On 12/10/13 4:41 PM, Jukka K. Korpela wrote: Allowing user agents to stop parsing after a parse error (BTW, where exactly does the WHATWG HTML Living Standard allow that?) Did you try following the links in my mail? Let me try again, but this time do actually follow the link: http://www.whatwg.org/specs/web-apps/current-work/multipage/parsing.html#parse-error “This section only applies to user agents, data mining tools, and conformance checkers.” So what about conformance of documents? You asked where the standard says that a user agent can stop after a parse error. That's the section linked above. Conformance of documents is pretty simple: any document with a parse error is non-conformant last I checked, though exactly where it says that varies depending on the syntactic construct. If browsers are allowed to quit, or to proceed, then this is a very theoretic proposition. Conformance of documents is always a theoretic proposition if all possible inputs have defined processing. -Boris
Re: [whatwg] Should ambiguous ampersand be a parse error?
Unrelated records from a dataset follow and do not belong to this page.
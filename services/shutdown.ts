import type { FastifyInstance } from 'fastify';

/**
 * Graceful shutdown: /readyz answers 503 at once (load balancers stop sending work), batches end at their next
 * line with a closing record that says where to resume, requests already on open connections are
 * served and their connections closed (no keep-alive), new connections are refused, in-flight
 * work finishes; then the process exits. If that takes longer than the grace period (SHUTDOWN_GRACE_MS, kept
 * below the orchestrator's own: terminationGracePeriodSeconds, stop_grace_period; 0: no wait), the exit is forced,
 * with status 1. A second signal forces it at once. No other timer bounds the shutdown.
 */
export function shutdownOnSignals(
  app: FastifyInstance,
  graceMs: number,
  exit: (code: number) => void = (code) => process.exit(code),
): (signal: string) => Promise<void> {
  let closing = false;
  return async (signal: string) => {
    if (closing) {
      // A second signal (an operator's second Ctrl-C, an orchestrator giving up) forces the exit at once.
      app.log.warn({ signal }, 'second signal during shutdown; exiting now');
      return exit(1);
    }
    closing = true;
    app.appState.ready = false;
    app.log.info({ signal, graceMs }, 'shutting down');
    const timer = setTimeout(() => {
      app.log.warn({ graceMs }, 'in-flight work did not finish within the grace period; exiting');
      exit(1);
    }, graceMs);
    timer.unref();
    await app.close();
    clearTimeout(timer);
    exit(0);
  };
}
Boris Zbarsky Jukka K. Korpela: Thank you for you responses -- they are much appreciated. Sorry I talked about throwing a parse error, the specification does not say anything like that. It is just that I had thought that a parse error should be quite a serious issue -- but it seems that is not necessarily the case. You have given me confidence that browsers will continue to parse an ambiguous ampersand as normal text that is parsed verbatim, despite the fact that the specification says this is a parse error. Thanks again, Peter.